[Excerpted records — start]

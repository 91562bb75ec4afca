import { describe, expect, it } from 'vitest';
import { analyseInputs } from '@/lib/pipeline/analyse-inputs';
import { problemJson, runJsonLines, testJson } from '@/lib/pipeline/test-json';
import { loadProfile, METER_FIXTURES } from './fixture-files';

const keys = (o: object): string[] =>
  Object.entries(o).flatMap(([k, v]) => (v && typeof v === 'object' && !Array.isArray(v) ? [k, ...keys(v).map((s) => `${k}.${s}`)] : [k])).sort();

describe('the JSON shape', () => {
  const modelA = loadProfile('model-a/model-a.profile.json');
  const one = new TextEncoder().encode('utc_time,trap_tag,ultrasound_db,surface_temp_c\n2025-04-08T10:00:00.000Z,FV-EVP-050,41.5,150.0\n');
  const files = METER_FIXTURES.filter((f) => f.rel.startsWith('model-a/'));
  const run = analyseInputs([...files.map((f) => ({ name: f.fileName, bytes: f.bytes })), { name: 'A_FV-EVP-050.csv', bytes: one }], { profile: modelA });
  const lines = run.tests.map(testJson);

  it('has the same keys for an analysed trap test, a reference test and a test that could not be analysed', () => {
    const kinds = [lines.find((l) => l.role === 'reference')!, lines.find((l) => l.tag === 'FV-EVP-031')!, lines.find((l) => l.tag === 'FV-EVP-050')!];
    for (const k of kinds) expect(keys(k)).toEqual(keys(kinds[1]));
  });

  it('gives the unanalysable one-reading test an inconclusive verdict with the reason, and no figures it cannot have', () => {
    const t = lines.find((l) => l.tag === 'FV-EVP-050')!;
    expect(t.verdict).toMatchObject({ suggested: 'inconclusive', row: null, confidence: 'low' });
    expect(t.verdict.reasons[0]).toMatch(/single reading with no sample rate/);
    expect(t.level.meanDb).toBe(41.5);
    expect(t.cycles.dutyCycle).toBeNull();
    expect(t.loss.kgPerHour).toBeNull();
  });

  it('gives a reference test no verdict, and says whose check it served', () => {
    const r = lines.find((l) => l.role === 'reference')!;
    expect(r.verdict.suggested).toBeNull();
    expect(r.verdict.reasons[0]).toMatch(/adjacent pipe of FV-EVP-031.*1 trap test$/);
    expect(r.reference.servesTrapTests).toBe(1);
  });

  it('survives a JSON round trip unchanged (no NaN, no typed arrays)', () => {
    for (const l of lines) expect(JSON.parse(JSON.stringify(l))).toEqual(l);
  });

  it('orders the lines per input: problems of a file before its tests', () => {
    const out = runJsonLines(run);
    const i = out.findIndex((o) => 'problem' in o && o.problem.code === 'test-not-analysed');
    const j = out.findIndex((o) => 'tag' in o && o.tag === 'FV-EVP-050');
    expect(i).toBeGreaterThanOrEqual(0);
    expect(j).toBeGreaterThan(i);
    expect(problemJson(run.problems[0]).problem.file).toBe(run.problems[0].file);
  });
});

[Excerpted records — finish]

Within the material above, extract exactly the lines that start at the line containing "describe('the JSON shape', ()" and stop after the line containing "it('has the same", and only those.

▸ **Exercise answer**
describe('the JSON shape', () => {
  const modelA = loadProfile('model-a/model-a.profile.json');
  const one = new TextEncoder().encode('utc_time,trap_tag,ultrasound_db,surface_temp_c\n2025-04-08T10:00:00.000Z,FV-EVP-050,41.5,150.0\n');
  const files = METER_FIXTURES.filter((f) => f.rel.startsWith('model-a/'));
  const run = analyseInputs([...files.map((f) => ({ name: f.fileName, bytes: f.bytes })), { name: 'A_FV-EVP-050.csv', bytes: one }], { profile: modelA });
  const lines = run.tests.map(testJson);

  it('has the same keys for an analysed trap test, a reference test and a test that could not be analysed', () => {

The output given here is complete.